Choose easy places at first, and get harder the more the children get used to the game.
Position them high and low, sometimes so just a tail is in reach to encourage stretching to reach, or so that they need to get a chair to retrieve it or ask for help, (as asking for help is also an important life skill).
There are five soft toys per basket. If hiding 5 then only one basket is in use, if 10 are hidden then two baskets are used. This increases the opportunity for counting and also for addition and subtraction…
For example… there are two in one basket and three in the other basket, how many do we have all together? 5, so how many are left? Five. Then the children also have to see which basket there is still space to put the toy in, as one basket might fill first.

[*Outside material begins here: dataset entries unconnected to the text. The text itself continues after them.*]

export * from './BarModel.ts';
export * from './meshDensity.ts';
export * from './solveBending.ts';
export * from './solveTorsion.ts';
export * from './modeShape.ts';
export * from './bendingSensitivities.ts';
export * from './collisionWarnings.ts';
export * from './analyzeBar.ts';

It is not important that one basket it completely filled before the other, but it is also OK if children use this strategy as part of making it easier to work out how many are left to find.
While the children are looking for the toys don’t forget to help them build mathematical terms such as behind, in front of, under, in between, on top. This means when you are hiding the items you are also planning to use these terms.
Extension
An extension might be that the children can place them in any basket they wish, and at the end they check to see if there are too many in one of the baskets, and too few in another basket (more mathematical terms to be used) and they can then adjust them using maths to ensure they are five in each basket. Five is used, as it connects to fingers, encourage children to use their fingers to help them work out how many are left to find, or are more than or less then.

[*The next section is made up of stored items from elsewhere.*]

import type { BeamTheory } from '../fe/beamElementType.ts';
import { buildMesh } from '../fe/buildMesh.ts';
import { isAxisymmetric } from '../section/Section.ts';
import { barModelFromFile, type BarModel } from './BarModel.ts';
import type { BarFile } from '../fileFormats/barFile.ts';
import type { AnalyzeOptions, BarAnalysis, ModeResult } from './BarAnalysis.ts';
import { collisionWarnings, collisionWindowCents, type OtherMode } from './collisionWarnings.ts';
import { meshDensity } from './meshDensity.ts';
import { bendingFieldsAt, bendingNodePositions, sampleShape, torsionFieldsAt } from './modeShape.ts';
import { bendingLine, solveBendingLine, type BendingSolution } from './solveBending.ts';
import { solveTorsionLine, torsionLine, type TorsionSolution } from './solveTorsion.ts';

const shapePoints = 61;
/**
 * Eigensolver residual for analyzeBar: frequencies come out to ≈ residual² ≈ 1e-10 relative
 * (1e-7 cent) and node positions to about a micrometre, with 1–2 fewer Lanczos steps per family
 * than the library default 1e-7 (measured on the bench bar: 12/10/14 → 10/8/13 steps for
 * vertical/lateral/torsion; the default stays tighter for the designer's sensitivities).
 */
const analysisTolerance = 1e-5;
/** 50 cents above the highest of the first three partials: how far up other families are needed. */
const collisionReach = 2 ** (collisionWindowCents / 1200);

function modeResults(
  frequencies: Float64Array,
  fundamental: number,
  length: number,
  valueAt: (mode: number, x: number) => number,
  shapes: boolean,
  nodesOf?: (mode: number) => number[],
): ModeResult[] {
  return Array.from(frequencies, (hz, i) => {
    const result: ModeResult = { mode: i + 1, hz, ratio: hz / fundamental };
    if (nodesOf) result.nodes_mm = nodesOf(i).map((x) => x * 1000);
    if (shapes) {
      const shape = sampleShape(length, shapePoints, (x) => valueAt(i, x));
      result.shape = { x_mm: Array.from(shape.x, (x) => x * 1000), displacement: Array.from(shape.value) };
    }
    return result;
  });
}

/** The frequencies up to `reach` (Hz), and always at least the first. */
function withinReach(frequencies: Float64Array, reach: number): Float64Array {
  let count = 1;
  while (count < frequencies.length && frequencies[count]! <= reach) count++;
  return frequencies.subarray(0, count);
}

/**
 * The line model's analysis (analyzeBar for the beam theories). Vibration modes of a free–free bar: the N lowest vertical bending modes (the tuned partials)
 * with ratios, node positions and optional shapes; the lateral bending and torsion modes in the
 * same range (up to 50 cents above the highest of partial N and partial 3; at least the first of
 * each); warnings for any within beating distance of bending partials 1–3 (collisionDistanceHz). Timoshenko (default) or
 * Euler–Bernoulli finite elements on a mesh with a node at every profile station; banded
 * shift-invert Lanczos. Pure and synchronous.
 */
export function analyzeLineBarModel(model: BarModel, options: AnalyzeOptions & { theory?: BeamTheory } = {}): BarAnalysis {
  const modes = Math.max(1, Math.floor(options.modes ?? 4));
  const theory = options.theory ?? 'timoshenko';
  const shapes = options.shapes ?? false;
  const nodes = buildMesh(model.profile, options.elements ?? meshDensity(Math.max(modes, 4), theory), model.holes);
  const vertical: BendingSolution = solveBendingLine(bendingLine(model, 'vertical'), nodes, theory, Math.max(modes, 3), undefined, analysisTolerance);
  const fundamental = vertical.frequencies[0]!;
  // Other families are wanted over the bending partials' range, and 50 cents beyond partial 3.
  const highest = Math.max(vertical.frequencies[modes - 1] ?? 0, vertical.frequencies[Math.min(2, vertical.frequencies.length - 1)]!);
  const reach = highest * collisionReach;
  const bendingValue = (solution: BendingSolution) => (mode: number, x: number) => bendingFieldsAt(solution, mode, x).deflection;
  const bending = modeResults(vertical.frequencies.subarray(0, modes), fundamental, model.length, bendingValue(vertical), shapes, (mode) => bendingNodePositions(vertical, mode));

  const lateralLine = bendingLine(model, 'lateral');
  const lateralSolution = isAxisymmetric(model.section) ? vertical : solveBendingLine(lateralLine, nodes, theory, 1, reach, analysisTolerance);
  const lateral = modeResults(withinReach(lateralSolution.frequencies, isAxisymmetric(model.section) ? highest : reach), fundamental, model.length, bendingValue(lateralSolution), shapes);

  const twistLine = torsionLine(model);
  const torsionSolution: TorsionSolution = solveTorsionLine(twistLine, nodes, 1, reach, analysisTolerance);
  const torsion = modeResults(withinReach(torsionSolution.frequencies, reach), fundamental, model.length, (mode, x) => torsionFieldsAt(torsionSolution, mode, x).twist, shapes);

  const others: OtherMode[] = torsion.map((m) => ({ family: 'torsion' as const, mode: m.mode, hz: m.hz }));
  // A rod or tube's lateral modes are its vertical ones: the same partials, not a collision.
  if (!isAxisymmetric(model.section)) others.push(...lateral.map((m) => ({ family: 'lateral' as const, mode: m.mode, hz: m.hz })));
  const warnings = collisionWarnings(Array.from(vertical.frequencies.subarray(0, 3)), others);
  return { theory, bending, torsion, lateral, warnings, mesh: { elements: nodes.length - 1 } };
}

/**
 * analyzeBar for the line theories only (Timoshenko by default, or Euler–Bernoulli), from a bar
 * file: the same result without loading the solid model, for callers that never ask for it
 * (the workbench's quick solver worker, sessions, the keyboard check).
 */
export function analyzeLineBar(bar: BarFile, options: AnalyzeOptions & { theory?: BeamTheory } = {}): BarAnalysis {
  return analyzeLineBarModel(barModelFromFile(bar), options);
}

It can be extended with a fourth basket, bringing it up to 20, and beyond if the children are ready for further challenges.
Baskets can be increased to contain 10 items each.
The toys in these baskets are teacher tools, and NOT for free play. The children can be encouraged to design their own baskets and things to hide if they want to do this on their own. So having extra bags and baskets and small items that can be used in multiple ways can be a good idea for the children to take the activity idea into their own play. it also means that there is no/little risk that the activity items get lost.
These extra baskets/bags/boxes of 5 and/or 10 items can be provided and used by the children for free play. The children could use them for hide and seek games themselves, or other counting games.
An outdoor set could be rubber ducks in baskets. These ducks can be used in the children’s own free play version of this game, as well as for other play, a circle of ducks, a square of ducks, a line of ducks, telling duck stories/small world play.
If they are different colours they can be made into patterns, ie a basket of yellow ducks, a basket of blue ducks etc. Or by size.
Other animals can be used instead of ducks that will withstand wet weather if used outside.
By having resources in boxes/baskets of ten it can also encourage children to think mathematically while tidying up. Although I would not encourage all resources to be arranged in this way, just some of them.
in this outdoor session 10 oranges were hidden in the forest for the children to find. This was connected to a storybook by Elsa Beskow called the Sun Egg about an orange that was accidentally dropped in the forest and was mistaken for the sun's egg.
Two baskets were provided as a way to collect the found oranges and aid mathematical thinking - counting, addition, subtraction (to work out how many were left to find). Afterwards the children were free to play the game themselves and develop it. We did though suggest just 5 oranges as remembering where they hid them was not always easy.